■ **What you need to do**: Gather all lines from the material that contain "with".

■ **Records shown**:

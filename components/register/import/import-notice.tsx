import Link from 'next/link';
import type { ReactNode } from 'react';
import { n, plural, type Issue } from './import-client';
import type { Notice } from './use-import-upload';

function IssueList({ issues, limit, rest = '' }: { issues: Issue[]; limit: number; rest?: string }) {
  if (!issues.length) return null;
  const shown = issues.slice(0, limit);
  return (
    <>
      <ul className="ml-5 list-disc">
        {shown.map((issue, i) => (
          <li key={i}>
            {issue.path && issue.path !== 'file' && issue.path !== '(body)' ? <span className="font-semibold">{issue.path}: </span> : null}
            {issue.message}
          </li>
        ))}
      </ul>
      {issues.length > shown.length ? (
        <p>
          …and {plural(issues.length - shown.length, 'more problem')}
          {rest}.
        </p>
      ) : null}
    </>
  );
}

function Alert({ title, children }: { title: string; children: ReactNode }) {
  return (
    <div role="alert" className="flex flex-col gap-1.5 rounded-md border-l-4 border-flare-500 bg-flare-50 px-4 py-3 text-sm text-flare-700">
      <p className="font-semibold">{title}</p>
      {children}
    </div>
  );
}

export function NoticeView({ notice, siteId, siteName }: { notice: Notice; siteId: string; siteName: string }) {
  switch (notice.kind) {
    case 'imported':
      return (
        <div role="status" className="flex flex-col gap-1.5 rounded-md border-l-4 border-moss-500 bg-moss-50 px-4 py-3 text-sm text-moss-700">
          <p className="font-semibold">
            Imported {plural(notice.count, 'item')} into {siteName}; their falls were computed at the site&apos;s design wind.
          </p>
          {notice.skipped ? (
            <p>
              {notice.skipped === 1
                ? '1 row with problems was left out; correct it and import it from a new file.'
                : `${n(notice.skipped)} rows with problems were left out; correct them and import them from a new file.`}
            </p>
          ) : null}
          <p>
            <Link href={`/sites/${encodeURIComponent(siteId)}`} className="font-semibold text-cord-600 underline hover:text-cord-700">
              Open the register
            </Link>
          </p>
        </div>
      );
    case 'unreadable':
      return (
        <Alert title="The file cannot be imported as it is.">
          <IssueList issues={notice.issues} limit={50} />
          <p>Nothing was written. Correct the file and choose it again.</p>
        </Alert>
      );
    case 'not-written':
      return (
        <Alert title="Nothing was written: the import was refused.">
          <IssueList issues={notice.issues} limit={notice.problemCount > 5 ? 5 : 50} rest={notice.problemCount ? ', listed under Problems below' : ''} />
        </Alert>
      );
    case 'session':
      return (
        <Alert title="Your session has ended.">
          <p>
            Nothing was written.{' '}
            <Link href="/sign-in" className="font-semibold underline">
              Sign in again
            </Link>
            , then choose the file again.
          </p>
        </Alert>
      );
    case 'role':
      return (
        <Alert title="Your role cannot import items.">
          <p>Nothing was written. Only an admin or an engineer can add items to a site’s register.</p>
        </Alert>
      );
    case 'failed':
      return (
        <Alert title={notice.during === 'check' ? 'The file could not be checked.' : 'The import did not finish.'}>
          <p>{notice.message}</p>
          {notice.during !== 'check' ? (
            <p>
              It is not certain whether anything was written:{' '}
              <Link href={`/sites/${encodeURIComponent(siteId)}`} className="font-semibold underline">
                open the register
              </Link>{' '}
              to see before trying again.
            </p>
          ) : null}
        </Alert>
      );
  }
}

■ **Your solution**:
                ? '1 row with problems was left out; correct it and import it from a new file.'
                : `${n(notice.skipped)} rows with problems were left out; correct them and import them from a new file.`}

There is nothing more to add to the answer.